# Canadian 2011 Z4 Pricing



## Scope (Jun 28, 2010)

Can you please let me know what the 2011 Z-series will be going for in Canada? Also can you please post a few pics of the new Z4?

Thanks SuperDave!


----------



## Superdave3T (May 11, 2009)

Scope said:


> Can you please let me know what the 2011 Z-series will be going for in Canada? Also can you please post a few pics of the new Z4?
> 
> Thanks SuperDave!


I'm afraid our Canadian distributor Spaso is responsible for establishing the prices Felt Bicycles are sold for in Canada. I'm of no use, sorry. Here is the photo you requested:

View attachment 207474


----------



## Scope (Jun 28, 2010)

Thanks for the pic. I guess I'll have to wait for my LBS to get the new 2011's.


----------



## linkou (Oct 1, 2009)

*Pics*

Dave, is the Canadian issue Z4 different than the U.S. Z4? The picture here is a different color and has different stem, tape, etc. than the pics you posted of the Z4 on another thread.

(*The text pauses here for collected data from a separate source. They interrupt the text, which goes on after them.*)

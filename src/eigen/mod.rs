//! placeholder, replaced on integration
#![allow(missing_docs)]
use nalgebra::DMatrix;

#[derive(Debug, Clone)]
pub struct SymBanded {
    pub n: usize,
    pub bands: Vec<Vec<f64>>,
    pub wrap: bool,
}
impl SymBanded {
    pub fn half_bandwidth(&self) -> usize {
        self.bands.len() - 1
    }
    pub fn to_dense(&self) -> DMatrix<f64> {
        let mut m = DMatrix::zeros(self.n, self.n);
        for (d, b) in self.bands.iter().enumerate() {
            for (i, &v) in b.iter().enumerate() {
                let j = if self.wrap { (i + d) % self.n } else { i + d };
                if d == 0 {
                    m[(i, i)] += v;
                } else {
                    m[(i, j)] += v;
                    m[(j, i)] += v;
                }
            }
        }
        m
    }
}
pub struct Problem<'a> {
    pub a: &'a SymBanded,
    pub b: Option<&'a SymBanded>,
}
pub enum Selection {
    Index { first: usize, count: usize },
    Below { energy: f64 },
}
#[derive(Debug, Clone, Copy, PartialEq, Eq, Default)]
pub enum Method {
    #[default]
    Auto,
    Dense,
    Tridiagonal,
    ShiftInvert,
}
#[derive(Debug, Clone, Default)]
pub struct EigenParams {
    pub method: Method,
}
pub struct Eigenpairs {
    pub first: usize,
    pub values: Vec<f64>,
    pub vectors: Vec<Vec<f64>>,
}
pub struct EigenInfo {
    pub method: Method,
    pub iterations: usize,
    pub factorizations: usize,
    pub inertia_below: usize,
    pub residual_ratio: f64,
    pub orthogonality_ratio: f64,
}
#[derive(Debug, thiserror::Error)]
pub enum EigenError {
    #[error("levels {first}..{} do not exist: the grid has {n} unknowns", first + count)]
    SelectionOutOfRange {
        first: usize,
        count: usize,
        n: usize,
    },
}
pub fn solve(
    p: &Problem,
    sel: &Selection,
    _params: &EigenParams,
) -> Result<(Eigenpairs, EigenInfo), EigenError> {
    let a = p.a.to_dense();
    let n = p.a.n;
    let eig = nalgebra::SymmetricEigen::new(a);
    let mut idx: Vec<usize> = (0..n).collect();
    idx.sort_by(|&i, &j| eig.eigenvalues[i].total_cmp(&eig.eigenvalues[j]));
    let (first, count) = match sel {
        Selection::Index { first, count } => (*first, *count),
        Selection::Below { energy } => (
            0,
            idx.iter()
                .filter(|&&i| eig.eigenvalues[i] < *energy)
                .count(),
        ),
    };
    if first + count > n {
        return Err(EigenError::SelectionOutOfRange { first, count, n });
    }
    let sel: Vec<usize> = idx[first..first + count].to_vec();
    let values = sel.iter().map(|&i| eig.eigenvalues[i]).collect();
    let vectors = sel
        .iter()
        .map(|&i| eig.eigenvectors.column(i).iter().copied().collect())
        .collect();
    Ok((
        Eigenpairs {
            first,
            values,
            vectors,
        },
        EigenInfo {
            method: Method::Dense,
            iterations: 0,
            factorizations: 0,
            inertia_below: first + count,
            residual_ratio: 0.0,
            orthogonality_ratio: 0.0,
        },
    ))
}
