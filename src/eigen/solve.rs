//! Entry points: [`solve`] (selection handling, method choice, memory check,
//! diagnostics) and [`count_below`] (Sturm count / Sylvester inertia).

use super::dense::{dense_eigen, dense_values, pick_dense};
use super::diagnostics::{orthogonality_ratio, residual_norms, residual_ratio};
use super::error::EigenError;
use super::guided::solve_guided;
use super::ldlt::{factor, factor_guarded};
use super::matrix::Problem;
use super::memory::eigen_bytes;
use super::params::{EigenInfo, EigenParams, Eigenpairs, Method, PathOutput, Selection};
use super::shift_invert::solve_shift_invert;
use super::sturm::SturmData;
use super::tridiagonal::solve_tridiagonal;

/// Checks that B (if given) is positive definite by an LDL^T factorisation.
fn check_b(problem: &Problem) -> Result<(), EigenError> {
    if let Some(b) = problem.b {
        let pb = Problem { a: b, b: None };
        match factor(&pb, 0.0)? {
            Some(f) if f.negatives == 0 => Ok(()),
            _ => Err(EigenError::NotPositiveDefinite),
        }
    } else {
        Ok(())
    }
}

fn is_tridiagonal(problem: &Problem) -> bool {
    problem.a.half_bandwidth() == 1 && problem.b.is_none() && !problem.a.wrap
}

/// Number of eigenvalues strictly below `sigma` (Sturm count for a plain
/// tridiagonal A, otherwise the Sylvester inertia of A - sigma B from a
/// banded/bordered LDL^T; a pivot within rounding of zero moves sigma by a
/// few eps ||A||_1, see [`super::ldlt`]).
pub fn count_below(problem: &Problem, sigma: f64) -> Result<usize, EigenError> {
    problem.validate()?;
    if !sigma.is_finite() {
        return Err(EigenError::Shape {
            what: "sigma is not finite".into(),
        });
    }
    check_b(problem)?;
    if is_tridiagonal(problem) {
        let data = SturmData::new(&problem.a.bands[0], &problem.a.bands[1]);
        return Ok(data.count(sigma));
    }
    Ok(factor_guarded(problem, sigma)?.negatives)
}

/// The method [`Method::Auto`] takes for an n x n problem: `Dense` up to
/// [`DenseParams::limit`](super::DenseParams), `Tridiagonal` for a plain
/// tridiagonal matrix, `Guided` when guesses are given for an index window
/// (`guided`), `ShiftInvert` otherwise. The one owner of this rule: callers
/// that plan memory ([`super::memory::eigen_bytes`]) ask it too.
pub fn auto_method(params: &EigenParams, n: usize, tridiagonal: bool, guided: bool) -> Method {
    if n <= params.dense.limit {
        Method::Dense
    } else if tridiagonal {
        Method::Tridiagonal
    } else if guided {
        Method::Guided
    } else {
        Method::ShiftInvert
    }
}

/// Computes the selected eigenpairs of A x = E B x.
///
/// Errors: `Shape` for inconsistent input, `SelectionOutOfRange`,
/// `NotPositiveDefinite` (B), `TooLarge` (estimated memory above
/// `params.memory_limit`), `NoConvergence`.
///
/// ```
/// use chainwell::eigen::{solve, EigenParams, Problem, Selection, SymBanded};
/// // tridiag(-1, 2, -1) of order 50: eigenvalues 2 - 2 cos(j pi / 51).
/// let n = 50;
/// let a = SymBanded { n, bands: vec![vec![2.0; n], vec![-1.0; n - 1]], wrap: false };
/// let problem = Problem { a: &a, b: None };
/// let (pairs, info) = solve(&problem, &Selection::Index { first: 0, count: 3 }, &EigenParams::default()).unwrap();
/// let exact = 2.0 - 2.0 * (std::f64::consts::PI / 51.0).cos();
/// assert!((pairs.values[0] - exact).abs() < 1e-13);
/// assert_eq!(info.inertia_below, 3);
/// ```
pub fn solve(
    problem: &Problem,
    selection: &Selection,
    params: &EigenParams,
) -> Result<(Eigenpairs, EigenInfo), EigenError> {
    run(problem, selection, params, Output::Checked)
}

/// As [`solve`], without the diagnostics: `residual_ratio` and
/// `orthogonality_ratio` are NaN and `residual_norms` is empty. For callers
/// that use the pairs as a means (guesses, starting data), not as results:
/// it saves the k residual products and the O(N k^2) orthogonality check.
pub fn solve_unchecked(
    problem: &Problem,
    selection: &Selection,
    params: &EigenParams,
) -> Result<(Eigenpairs, EigenInfo), EigenError> {
    run(problem, selection, params, Output::Unchecked)
}

/// The eigenvalues of the selected levels only, proven complete by the same
/// inertia counts as [`solve`] (`vectors` empty, diagnostics NaN): the order-2
/// path keeps no vectors and skips Rayleigh-Ritz (each value is its level's
/// converged Rayleigh quotient, inside its Sturm bracket), the dense path
/// diagonalises once without vectors. The banded paths need their vectors
/// internally and only drop them and the diagnostics.
pub fn eigenvalues(
    problem: &Problem,
    selection: &Selection,
    params: &EigenParams,
) -> Result<(Eigenpairs, EigenInfo), EigenError> {
    run(problem, selection, params, Output::Values)
}

/// What a run returns.
#[derive(Debug, Clone, Copy, PartialEq, Eq)]
enum Output {
    /// Pairs and diagnostics.
    Checked,
    /// Pairs, no diagnostics.
    Unchecked,
    /// Values only.
    Values,
}

fn run(
    problem: &Problem,
    selection: &Selection,
    params: &EigenParams,
    output: Output,
) -> Result<(Eigenpairs, EigenInfo), EigenError> {
    problem.validate()?;
    check_b(problem)?;
    let n = problem.n();
    let (first, count) = match *selection {
        Selection::Index { first, count } => {
            if first.checked_add(count).is_none_or(|end| end > n) {
                return Err(EigenError::SelectionOutOfRange { first, count, n });
            }
            (first, count)
        }
        Selection::Below { energy } => (0, count_below(problem, energy)?),
    };
    let mut method = match params.method {
        Method::Auto => auto_method(
            params,
            n,
            is_tridiagonal(problem),
            params.guided.guesses.is_some() && matches!(selection, Selection::Index { .. }),
        ),
        Method::Tridiagonal if !is_tridiagonal(problem) => {
            return Err(EigenError::Shape {
                what: "Tridiagonal needs p = 1, B = I and no wrap".into(),
            })
        }
        Method::Guided
            if params.guided.guesses.is_none() || !matches!(selection, Selection::Index { .. }) =>
        {
            return Err(EigenError::Shape {
                what: "Guided needs an index selection and guesses".into(),
            })
        }
        m => m,
    };
    if method == Method::Guided
        && params
            .guided
            .guesses
            .as_ref()
            .is_some_and(|g| g.len() != count)
    {
        return Err(EigenError::Shape {
            what: format!("{count} levels wanted but guesses given for a different number"),
        });
    }
    let p = problem.a.half_bandwidth();
    let fits = |method: Method| {
        let bytes = eigen_bytes(method, n, p, count);
        if bytes > params.memory_limit {
            return Err(EigenError::TooLarge {
                bytes_needed: bytes,
                limit: params.memory_limit,
            });
        }
        Ok(())
    };
    fits(method)?;
    // Shift-invert Lanczos: the general path, and the fallback of the others
    // (which must fit too: its basis is larger than their vectors)
    let lanczos = || {
        fits(Method::ShiftInvert)?;
        solve_shift_invert(
            problem,
            first,
            count,
            params.lanczos.max_steps,
            params.lanczos.max_restarts,
        )
    };
    let PathOutput {
        values,
        vectors,
        iterations,
        factorizations,
        inertia_below,
    } = if count == 0 {
        PathOutput {
            values: Vec::new(),
            vectors: Vec::new(),
            iterations: 0,
            factorizations: 0,
            inertia_below: first,
        }
    } else {
        match method {
            Method::Dense => {
                // one dense diagonalisation gives the window and the level
                // above it, which places the confirming inertia count
                let (all, vecs) = if output == Output::Values {
                    (dense_values(problem)?, Vec::new())
                } else {
                    let (all, vecs) = dense_eigen(problem)?;
                    let (_, picked) = pick_dense(&all, &vecs, first, count);
                    (all, picked)
                };
                let vals = all[first..first + count].to_vec();
                let top = match all.get(first + count) {
                    Some(&next) => 0.5 * (vals[count - 1] + next),
                    None => vals[count - 1] + 1.0 + vals[count - 1].abs(),
                };
                PathOutput {
                    values: vals,
                    vectors: vecs,
                    iterations: 0,
                    factorizations: 1,
                    inertia_below: count_below(problem, top)?,
                }
            }
            Method::Tridiagonal => {
                match solve_tridiagonal(
                    problem.a,
                    first,
                    count,
                    params.tridiagonal.residual_tol,
                    params.tridiagonal.max_iterations,
                    output != Output::Values,
                ) {
                    Ok(o) => o,
                    // levels closer than rounding: Auto falls back to Lanczos with locking
                    Err(_) if params.method == Method::Auto => {
                        method = Method::ShiftInvert;
                        lanczos()?
                    }
                    Err(e) => return Err(e),
                }
            }
            Method::Guided => {
                let guesses = params.guided.guesses.as_deref().unwrap_or_default();
                if let Some(o) = solve_guided(problem, first, count, guesses)? {
                    o
                } else {
                    // the guesses did not lead to a proven window
                    method = Method::ShiftInvert;
                    lanczos()?
                }
            }
            _ => lanczos()?,
        }
    };
    let vectors = if output == Output::Values {
        Vec::new()
    } else {
        vectors
    };
    let (residual_ratio, residual_norms, orthogonality_ratio) = if output == Output::Checked {
        let norms = residual_norms(problem, &values, &vectors);
        (
            residual_ratio(problem, &norms),
            norms,
            orthogonality_ratio(problem, &vectors),
        )
    } else {
        (f64::NAN, Vec::new(), f64::NAN)
    };
    let info = EigenInfo {
        method,
        iterations,
        factorizations,
        inertia_below,
        residual_ratio,
        residual_norms,
        orthogonality_ratio,
    };
    Ok((
        Eigenpairs {
            first,
            values,
            vectors,
        },
        info,
    ))
}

Thanks


----------



## linkou (Oct 1, 2009)

My bad. It was pointed out to me that I was conflating the ZW4 with the Z4. I'm relieved cause I really like the Z4 even though I'm disappointed that I can't find a single relaxed geometry bike in the Z4's price range that features SRAM Force. Ultegra seems pretty much universal across the brand spectrum. Red and Rival/Apex can be found at the top and bottom, but no Force anywhere in the middle. I'm still excited by this Z4 though.


----------